Start of INFORMATION SHOWN

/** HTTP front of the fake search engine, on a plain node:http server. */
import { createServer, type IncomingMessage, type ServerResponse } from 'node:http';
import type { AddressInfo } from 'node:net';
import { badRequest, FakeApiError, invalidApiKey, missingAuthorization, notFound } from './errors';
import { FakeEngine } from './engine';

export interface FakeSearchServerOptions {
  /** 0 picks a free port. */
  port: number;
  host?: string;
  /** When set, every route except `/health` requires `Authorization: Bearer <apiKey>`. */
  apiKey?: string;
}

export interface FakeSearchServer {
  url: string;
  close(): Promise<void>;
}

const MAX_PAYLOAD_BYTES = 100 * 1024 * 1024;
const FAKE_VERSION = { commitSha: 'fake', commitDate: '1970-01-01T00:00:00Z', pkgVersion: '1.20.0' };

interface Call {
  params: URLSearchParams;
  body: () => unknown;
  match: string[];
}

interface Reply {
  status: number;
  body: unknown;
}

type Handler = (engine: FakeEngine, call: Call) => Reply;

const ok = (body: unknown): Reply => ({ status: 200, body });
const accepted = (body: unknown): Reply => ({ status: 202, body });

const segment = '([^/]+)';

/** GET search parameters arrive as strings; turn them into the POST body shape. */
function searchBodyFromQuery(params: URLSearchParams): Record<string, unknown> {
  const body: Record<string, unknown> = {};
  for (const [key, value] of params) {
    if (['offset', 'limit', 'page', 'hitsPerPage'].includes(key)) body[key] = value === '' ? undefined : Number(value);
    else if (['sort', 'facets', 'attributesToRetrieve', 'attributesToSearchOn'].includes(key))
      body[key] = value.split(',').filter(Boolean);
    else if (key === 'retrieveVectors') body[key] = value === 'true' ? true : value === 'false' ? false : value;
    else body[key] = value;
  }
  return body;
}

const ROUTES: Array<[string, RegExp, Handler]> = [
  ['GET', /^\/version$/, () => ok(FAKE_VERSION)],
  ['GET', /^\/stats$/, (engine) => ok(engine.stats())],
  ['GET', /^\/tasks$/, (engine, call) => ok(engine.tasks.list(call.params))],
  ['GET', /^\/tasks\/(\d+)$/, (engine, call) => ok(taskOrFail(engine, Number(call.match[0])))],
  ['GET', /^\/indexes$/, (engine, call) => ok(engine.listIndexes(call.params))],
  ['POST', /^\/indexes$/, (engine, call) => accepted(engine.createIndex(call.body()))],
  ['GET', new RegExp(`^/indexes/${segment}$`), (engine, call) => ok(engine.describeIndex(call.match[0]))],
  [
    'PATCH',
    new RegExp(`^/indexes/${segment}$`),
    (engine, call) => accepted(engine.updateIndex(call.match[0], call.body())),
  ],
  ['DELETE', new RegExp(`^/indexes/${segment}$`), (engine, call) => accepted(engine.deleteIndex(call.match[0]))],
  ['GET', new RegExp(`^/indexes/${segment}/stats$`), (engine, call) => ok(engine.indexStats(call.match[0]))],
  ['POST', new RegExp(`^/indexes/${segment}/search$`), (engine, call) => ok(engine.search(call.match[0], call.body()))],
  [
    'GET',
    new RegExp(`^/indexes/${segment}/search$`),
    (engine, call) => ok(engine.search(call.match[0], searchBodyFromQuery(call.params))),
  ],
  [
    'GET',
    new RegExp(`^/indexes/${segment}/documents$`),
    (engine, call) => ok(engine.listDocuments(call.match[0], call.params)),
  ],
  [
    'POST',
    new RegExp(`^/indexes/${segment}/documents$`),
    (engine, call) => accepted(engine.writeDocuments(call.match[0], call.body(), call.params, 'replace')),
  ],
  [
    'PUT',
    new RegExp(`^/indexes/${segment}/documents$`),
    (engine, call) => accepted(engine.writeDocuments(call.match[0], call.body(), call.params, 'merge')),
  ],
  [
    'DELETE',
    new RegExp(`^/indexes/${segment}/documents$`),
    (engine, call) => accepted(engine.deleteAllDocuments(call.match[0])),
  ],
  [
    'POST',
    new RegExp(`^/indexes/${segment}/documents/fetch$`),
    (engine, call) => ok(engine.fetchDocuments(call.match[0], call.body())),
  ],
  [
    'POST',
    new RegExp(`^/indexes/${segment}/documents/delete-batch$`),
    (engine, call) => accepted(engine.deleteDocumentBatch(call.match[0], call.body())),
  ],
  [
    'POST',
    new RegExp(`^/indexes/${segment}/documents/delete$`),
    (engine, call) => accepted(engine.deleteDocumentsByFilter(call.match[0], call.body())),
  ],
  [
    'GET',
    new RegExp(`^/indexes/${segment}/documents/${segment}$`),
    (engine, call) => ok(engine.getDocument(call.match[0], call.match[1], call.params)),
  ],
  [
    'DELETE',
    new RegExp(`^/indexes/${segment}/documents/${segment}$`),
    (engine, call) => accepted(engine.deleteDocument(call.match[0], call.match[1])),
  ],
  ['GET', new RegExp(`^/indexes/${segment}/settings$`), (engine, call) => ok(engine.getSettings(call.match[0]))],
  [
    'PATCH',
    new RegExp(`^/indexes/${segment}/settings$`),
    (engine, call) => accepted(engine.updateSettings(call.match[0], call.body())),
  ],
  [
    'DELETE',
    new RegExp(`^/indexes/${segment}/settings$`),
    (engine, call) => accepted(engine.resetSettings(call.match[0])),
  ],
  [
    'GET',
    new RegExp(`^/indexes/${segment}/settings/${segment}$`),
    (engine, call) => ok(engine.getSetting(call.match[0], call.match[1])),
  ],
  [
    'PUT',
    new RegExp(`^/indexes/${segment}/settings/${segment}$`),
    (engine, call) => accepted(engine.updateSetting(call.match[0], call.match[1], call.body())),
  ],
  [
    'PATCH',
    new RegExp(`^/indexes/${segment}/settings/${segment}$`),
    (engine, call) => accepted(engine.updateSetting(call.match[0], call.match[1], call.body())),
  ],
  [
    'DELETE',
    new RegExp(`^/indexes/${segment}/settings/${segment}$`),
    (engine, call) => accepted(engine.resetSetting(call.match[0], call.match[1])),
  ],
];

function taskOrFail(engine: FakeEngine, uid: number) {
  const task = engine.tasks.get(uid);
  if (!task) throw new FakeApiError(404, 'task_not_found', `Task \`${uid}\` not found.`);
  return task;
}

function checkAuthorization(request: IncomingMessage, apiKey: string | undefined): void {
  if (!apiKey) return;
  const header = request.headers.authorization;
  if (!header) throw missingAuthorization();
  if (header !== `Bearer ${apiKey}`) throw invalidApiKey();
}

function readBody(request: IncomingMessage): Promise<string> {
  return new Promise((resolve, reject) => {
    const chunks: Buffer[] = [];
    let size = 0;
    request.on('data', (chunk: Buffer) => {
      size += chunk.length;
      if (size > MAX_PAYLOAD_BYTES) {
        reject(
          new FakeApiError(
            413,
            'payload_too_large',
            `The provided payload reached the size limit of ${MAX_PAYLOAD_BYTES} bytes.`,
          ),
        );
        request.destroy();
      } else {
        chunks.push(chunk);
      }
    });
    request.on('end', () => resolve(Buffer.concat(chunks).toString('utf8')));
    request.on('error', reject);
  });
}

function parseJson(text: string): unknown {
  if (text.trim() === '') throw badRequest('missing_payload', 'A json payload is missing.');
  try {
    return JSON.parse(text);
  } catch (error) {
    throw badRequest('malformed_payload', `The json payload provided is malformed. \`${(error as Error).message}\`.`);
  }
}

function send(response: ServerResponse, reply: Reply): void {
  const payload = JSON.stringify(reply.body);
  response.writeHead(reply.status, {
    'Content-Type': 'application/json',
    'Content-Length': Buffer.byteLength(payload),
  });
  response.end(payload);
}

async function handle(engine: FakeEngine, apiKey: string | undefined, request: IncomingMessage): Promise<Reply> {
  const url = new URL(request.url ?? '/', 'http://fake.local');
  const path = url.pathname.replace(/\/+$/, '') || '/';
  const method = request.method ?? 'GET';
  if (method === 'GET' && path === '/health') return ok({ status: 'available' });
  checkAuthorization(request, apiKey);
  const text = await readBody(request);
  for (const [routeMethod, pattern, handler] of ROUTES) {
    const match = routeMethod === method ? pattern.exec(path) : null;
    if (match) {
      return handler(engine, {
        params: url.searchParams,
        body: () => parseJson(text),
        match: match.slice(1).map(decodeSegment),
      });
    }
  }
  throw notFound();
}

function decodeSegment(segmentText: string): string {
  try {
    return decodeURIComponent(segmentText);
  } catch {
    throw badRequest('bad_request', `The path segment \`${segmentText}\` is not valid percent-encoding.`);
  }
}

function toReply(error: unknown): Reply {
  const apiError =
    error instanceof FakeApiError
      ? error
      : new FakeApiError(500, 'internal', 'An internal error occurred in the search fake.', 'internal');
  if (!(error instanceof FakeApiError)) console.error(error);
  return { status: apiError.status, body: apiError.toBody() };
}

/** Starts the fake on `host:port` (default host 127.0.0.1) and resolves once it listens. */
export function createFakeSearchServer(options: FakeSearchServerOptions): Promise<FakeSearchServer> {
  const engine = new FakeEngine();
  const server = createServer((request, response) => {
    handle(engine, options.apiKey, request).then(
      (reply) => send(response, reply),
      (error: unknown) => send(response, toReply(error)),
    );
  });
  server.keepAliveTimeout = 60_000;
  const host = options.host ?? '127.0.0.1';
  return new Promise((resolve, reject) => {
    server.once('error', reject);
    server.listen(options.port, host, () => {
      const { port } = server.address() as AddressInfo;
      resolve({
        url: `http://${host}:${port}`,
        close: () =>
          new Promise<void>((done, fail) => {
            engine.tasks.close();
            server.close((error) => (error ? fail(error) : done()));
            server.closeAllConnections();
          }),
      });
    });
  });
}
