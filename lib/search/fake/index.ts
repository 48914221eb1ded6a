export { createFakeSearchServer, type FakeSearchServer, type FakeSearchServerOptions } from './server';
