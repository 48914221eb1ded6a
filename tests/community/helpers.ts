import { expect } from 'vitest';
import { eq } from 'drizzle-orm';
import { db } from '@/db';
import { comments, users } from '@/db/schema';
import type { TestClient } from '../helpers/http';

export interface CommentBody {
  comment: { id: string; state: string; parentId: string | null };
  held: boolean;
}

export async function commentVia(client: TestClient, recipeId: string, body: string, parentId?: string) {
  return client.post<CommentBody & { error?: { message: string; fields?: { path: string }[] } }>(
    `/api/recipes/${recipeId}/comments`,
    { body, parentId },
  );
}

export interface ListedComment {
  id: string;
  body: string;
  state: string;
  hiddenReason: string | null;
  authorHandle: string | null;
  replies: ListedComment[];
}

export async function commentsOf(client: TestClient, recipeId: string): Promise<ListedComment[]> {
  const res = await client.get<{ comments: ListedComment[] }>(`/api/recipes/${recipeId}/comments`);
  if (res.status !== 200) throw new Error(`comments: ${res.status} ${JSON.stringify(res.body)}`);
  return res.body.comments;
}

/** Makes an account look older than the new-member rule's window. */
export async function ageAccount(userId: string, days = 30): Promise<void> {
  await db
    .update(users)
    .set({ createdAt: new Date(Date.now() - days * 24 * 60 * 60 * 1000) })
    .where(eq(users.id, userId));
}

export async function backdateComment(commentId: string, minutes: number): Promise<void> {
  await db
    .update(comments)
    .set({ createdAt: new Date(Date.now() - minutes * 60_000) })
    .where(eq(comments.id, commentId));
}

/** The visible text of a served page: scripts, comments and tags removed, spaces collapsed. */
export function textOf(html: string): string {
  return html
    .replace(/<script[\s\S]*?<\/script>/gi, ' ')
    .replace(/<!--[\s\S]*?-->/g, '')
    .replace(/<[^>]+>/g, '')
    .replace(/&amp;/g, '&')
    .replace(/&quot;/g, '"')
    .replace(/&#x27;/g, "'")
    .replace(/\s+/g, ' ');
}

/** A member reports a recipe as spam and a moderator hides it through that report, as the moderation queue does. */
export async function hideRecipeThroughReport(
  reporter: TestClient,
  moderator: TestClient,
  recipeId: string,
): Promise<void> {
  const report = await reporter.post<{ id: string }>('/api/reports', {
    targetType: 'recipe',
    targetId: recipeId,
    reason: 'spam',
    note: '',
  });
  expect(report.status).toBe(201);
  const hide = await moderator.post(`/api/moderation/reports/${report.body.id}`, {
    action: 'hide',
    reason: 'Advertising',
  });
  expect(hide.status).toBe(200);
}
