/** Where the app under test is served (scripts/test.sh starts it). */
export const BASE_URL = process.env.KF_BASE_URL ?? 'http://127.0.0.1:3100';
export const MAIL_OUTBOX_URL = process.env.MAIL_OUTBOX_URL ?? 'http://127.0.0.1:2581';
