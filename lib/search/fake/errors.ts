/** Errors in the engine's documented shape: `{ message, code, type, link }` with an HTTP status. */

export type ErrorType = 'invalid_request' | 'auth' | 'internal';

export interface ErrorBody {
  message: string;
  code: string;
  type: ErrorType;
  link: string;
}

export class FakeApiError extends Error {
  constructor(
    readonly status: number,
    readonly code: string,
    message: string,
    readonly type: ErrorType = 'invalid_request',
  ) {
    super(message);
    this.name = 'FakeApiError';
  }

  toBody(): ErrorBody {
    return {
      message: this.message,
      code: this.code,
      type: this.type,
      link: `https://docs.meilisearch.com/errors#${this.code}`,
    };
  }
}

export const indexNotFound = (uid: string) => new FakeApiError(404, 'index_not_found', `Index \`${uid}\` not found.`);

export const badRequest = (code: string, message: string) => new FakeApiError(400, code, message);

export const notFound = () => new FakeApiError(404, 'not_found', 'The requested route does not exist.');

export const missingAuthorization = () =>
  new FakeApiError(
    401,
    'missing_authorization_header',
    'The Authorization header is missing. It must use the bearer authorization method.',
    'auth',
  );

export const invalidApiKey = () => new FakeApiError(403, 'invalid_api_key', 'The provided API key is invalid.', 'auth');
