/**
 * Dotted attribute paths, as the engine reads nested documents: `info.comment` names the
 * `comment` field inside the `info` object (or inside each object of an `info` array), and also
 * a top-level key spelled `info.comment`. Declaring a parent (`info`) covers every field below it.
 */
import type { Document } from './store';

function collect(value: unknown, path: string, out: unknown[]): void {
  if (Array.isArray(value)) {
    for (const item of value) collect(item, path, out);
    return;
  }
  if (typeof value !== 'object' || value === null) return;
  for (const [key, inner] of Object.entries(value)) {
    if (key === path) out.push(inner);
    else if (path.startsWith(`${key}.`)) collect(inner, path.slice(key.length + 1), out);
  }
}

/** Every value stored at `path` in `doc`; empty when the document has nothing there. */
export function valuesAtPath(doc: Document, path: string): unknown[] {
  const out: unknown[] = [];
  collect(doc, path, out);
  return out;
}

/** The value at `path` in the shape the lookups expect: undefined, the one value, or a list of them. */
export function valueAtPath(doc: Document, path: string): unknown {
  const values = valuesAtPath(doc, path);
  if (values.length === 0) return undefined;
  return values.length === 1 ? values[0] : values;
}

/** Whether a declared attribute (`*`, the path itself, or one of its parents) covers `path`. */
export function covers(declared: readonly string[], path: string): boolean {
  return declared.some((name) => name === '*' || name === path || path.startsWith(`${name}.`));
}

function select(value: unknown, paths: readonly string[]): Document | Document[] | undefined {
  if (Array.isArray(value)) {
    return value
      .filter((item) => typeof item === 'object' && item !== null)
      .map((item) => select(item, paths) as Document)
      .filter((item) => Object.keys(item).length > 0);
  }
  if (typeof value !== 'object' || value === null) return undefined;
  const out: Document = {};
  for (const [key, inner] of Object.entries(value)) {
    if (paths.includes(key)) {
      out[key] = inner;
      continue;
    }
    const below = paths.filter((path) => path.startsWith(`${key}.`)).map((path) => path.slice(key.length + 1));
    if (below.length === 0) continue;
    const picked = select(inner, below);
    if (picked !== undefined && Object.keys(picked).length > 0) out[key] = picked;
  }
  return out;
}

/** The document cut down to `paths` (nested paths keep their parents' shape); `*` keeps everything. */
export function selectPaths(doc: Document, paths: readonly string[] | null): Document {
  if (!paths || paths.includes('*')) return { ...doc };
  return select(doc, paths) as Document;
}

End of INFORMATION SHOWN

Would you copy all lines in the records where the string "users" appears?

● SOLUTION TO THIS EXERCISE
import { comments, users } from '@/db/schema';
    .update(users)
    .where(eq(users.id, userId));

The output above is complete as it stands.